Each line in the listing below that includes "entered" should be counted; give the total and nothing more.
Exercise input section start
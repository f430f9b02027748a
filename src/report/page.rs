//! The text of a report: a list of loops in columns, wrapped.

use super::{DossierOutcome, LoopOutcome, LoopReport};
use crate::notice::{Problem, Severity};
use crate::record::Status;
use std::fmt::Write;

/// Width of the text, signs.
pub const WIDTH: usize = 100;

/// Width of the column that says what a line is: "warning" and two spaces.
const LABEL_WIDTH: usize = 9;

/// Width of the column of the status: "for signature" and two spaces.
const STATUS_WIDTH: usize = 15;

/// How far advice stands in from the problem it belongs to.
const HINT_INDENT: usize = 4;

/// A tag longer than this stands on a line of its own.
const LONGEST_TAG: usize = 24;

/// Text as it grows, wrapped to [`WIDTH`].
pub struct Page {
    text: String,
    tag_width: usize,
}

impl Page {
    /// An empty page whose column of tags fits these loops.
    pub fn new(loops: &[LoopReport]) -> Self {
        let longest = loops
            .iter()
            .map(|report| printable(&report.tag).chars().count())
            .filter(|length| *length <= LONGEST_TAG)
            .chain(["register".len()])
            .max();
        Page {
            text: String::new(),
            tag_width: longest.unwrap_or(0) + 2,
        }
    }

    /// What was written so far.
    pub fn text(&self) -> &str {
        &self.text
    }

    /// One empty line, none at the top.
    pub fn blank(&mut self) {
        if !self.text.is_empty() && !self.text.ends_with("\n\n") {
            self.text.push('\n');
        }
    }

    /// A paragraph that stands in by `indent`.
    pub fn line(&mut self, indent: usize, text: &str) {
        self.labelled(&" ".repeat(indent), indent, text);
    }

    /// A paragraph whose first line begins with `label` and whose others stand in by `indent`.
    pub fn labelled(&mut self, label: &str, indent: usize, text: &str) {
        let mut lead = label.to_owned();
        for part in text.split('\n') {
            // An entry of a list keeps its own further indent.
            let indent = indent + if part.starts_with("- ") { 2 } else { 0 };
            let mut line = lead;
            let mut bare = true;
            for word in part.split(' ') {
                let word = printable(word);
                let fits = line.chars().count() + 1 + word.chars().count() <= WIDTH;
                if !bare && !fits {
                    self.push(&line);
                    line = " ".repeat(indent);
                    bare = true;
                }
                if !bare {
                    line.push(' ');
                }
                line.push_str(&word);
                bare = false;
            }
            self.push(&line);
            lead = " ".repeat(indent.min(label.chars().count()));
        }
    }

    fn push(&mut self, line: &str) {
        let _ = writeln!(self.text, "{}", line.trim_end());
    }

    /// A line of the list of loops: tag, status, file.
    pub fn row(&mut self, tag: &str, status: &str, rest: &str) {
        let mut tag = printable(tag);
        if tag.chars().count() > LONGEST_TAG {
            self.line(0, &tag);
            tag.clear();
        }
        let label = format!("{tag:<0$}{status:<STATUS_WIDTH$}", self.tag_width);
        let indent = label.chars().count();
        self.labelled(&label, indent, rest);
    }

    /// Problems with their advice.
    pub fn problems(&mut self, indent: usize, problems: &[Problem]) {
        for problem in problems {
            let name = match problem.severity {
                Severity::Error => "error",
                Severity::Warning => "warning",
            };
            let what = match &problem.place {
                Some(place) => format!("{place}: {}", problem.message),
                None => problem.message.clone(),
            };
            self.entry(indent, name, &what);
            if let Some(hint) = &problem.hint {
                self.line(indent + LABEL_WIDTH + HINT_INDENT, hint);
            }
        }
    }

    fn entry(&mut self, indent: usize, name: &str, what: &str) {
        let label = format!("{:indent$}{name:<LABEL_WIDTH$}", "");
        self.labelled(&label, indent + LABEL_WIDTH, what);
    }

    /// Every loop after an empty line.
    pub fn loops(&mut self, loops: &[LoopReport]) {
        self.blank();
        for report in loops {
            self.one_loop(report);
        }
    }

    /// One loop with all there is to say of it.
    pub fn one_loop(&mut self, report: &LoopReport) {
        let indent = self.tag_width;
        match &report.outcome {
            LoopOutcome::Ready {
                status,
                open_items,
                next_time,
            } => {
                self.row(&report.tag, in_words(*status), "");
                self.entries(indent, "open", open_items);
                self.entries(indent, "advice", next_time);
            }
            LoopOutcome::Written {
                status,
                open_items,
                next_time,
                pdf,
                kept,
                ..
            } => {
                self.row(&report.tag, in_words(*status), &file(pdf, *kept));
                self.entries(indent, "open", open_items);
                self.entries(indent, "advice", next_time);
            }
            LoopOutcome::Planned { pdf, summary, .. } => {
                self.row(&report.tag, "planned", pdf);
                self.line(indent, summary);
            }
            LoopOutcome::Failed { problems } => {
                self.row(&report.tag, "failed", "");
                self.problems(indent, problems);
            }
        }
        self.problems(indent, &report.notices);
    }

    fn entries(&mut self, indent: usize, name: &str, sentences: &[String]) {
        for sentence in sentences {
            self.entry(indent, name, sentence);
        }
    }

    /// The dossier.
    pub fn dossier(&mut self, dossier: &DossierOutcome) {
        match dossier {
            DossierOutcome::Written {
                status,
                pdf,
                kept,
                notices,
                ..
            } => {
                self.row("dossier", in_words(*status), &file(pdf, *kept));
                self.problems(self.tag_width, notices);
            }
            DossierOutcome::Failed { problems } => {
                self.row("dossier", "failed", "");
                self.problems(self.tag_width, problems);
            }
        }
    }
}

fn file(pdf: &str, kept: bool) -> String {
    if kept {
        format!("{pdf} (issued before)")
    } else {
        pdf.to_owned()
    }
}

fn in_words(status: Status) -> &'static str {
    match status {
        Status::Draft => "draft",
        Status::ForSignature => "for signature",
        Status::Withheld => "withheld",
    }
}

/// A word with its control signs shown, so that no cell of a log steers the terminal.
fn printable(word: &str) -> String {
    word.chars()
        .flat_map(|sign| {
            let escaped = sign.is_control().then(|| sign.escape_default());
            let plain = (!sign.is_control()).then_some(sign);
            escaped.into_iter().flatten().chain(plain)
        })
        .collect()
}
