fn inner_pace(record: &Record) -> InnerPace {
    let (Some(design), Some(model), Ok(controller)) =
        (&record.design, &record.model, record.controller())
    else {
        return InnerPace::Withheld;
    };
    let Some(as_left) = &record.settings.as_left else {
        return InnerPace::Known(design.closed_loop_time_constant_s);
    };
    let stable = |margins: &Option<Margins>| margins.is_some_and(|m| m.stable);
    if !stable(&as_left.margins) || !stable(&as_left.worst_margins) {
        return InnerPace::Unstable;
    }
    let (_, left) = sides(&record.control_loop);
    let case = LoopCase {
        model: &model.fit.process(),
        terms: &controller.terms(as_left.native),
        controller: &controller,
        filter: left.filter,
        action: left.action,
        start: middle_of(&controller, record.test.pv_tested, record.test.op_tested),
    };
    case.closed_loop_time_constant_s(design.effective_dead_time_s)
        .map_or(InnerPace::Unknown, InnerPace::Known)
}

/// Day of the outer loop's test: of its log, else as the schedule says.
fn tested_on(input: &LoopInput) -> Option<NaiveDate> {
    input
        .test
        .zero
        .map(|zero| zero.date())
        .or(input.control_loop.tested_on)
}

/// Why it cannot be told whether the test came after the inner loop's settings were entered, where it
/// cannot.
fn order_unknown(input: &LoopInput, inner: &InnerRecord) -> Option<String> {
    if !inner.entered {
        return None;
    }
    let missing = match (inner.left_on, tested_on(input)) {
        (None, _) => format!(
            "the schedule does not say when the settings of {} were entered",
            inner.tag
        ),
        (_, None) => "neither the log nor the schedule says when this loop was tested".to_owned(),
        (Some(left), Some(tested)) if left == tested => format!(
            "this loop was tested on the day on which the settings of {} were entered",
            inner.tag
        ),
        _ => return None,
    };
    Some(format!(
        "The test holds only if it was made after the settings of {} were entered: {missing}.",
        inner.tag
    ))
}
Exercise input section end
Solution to the problem:
5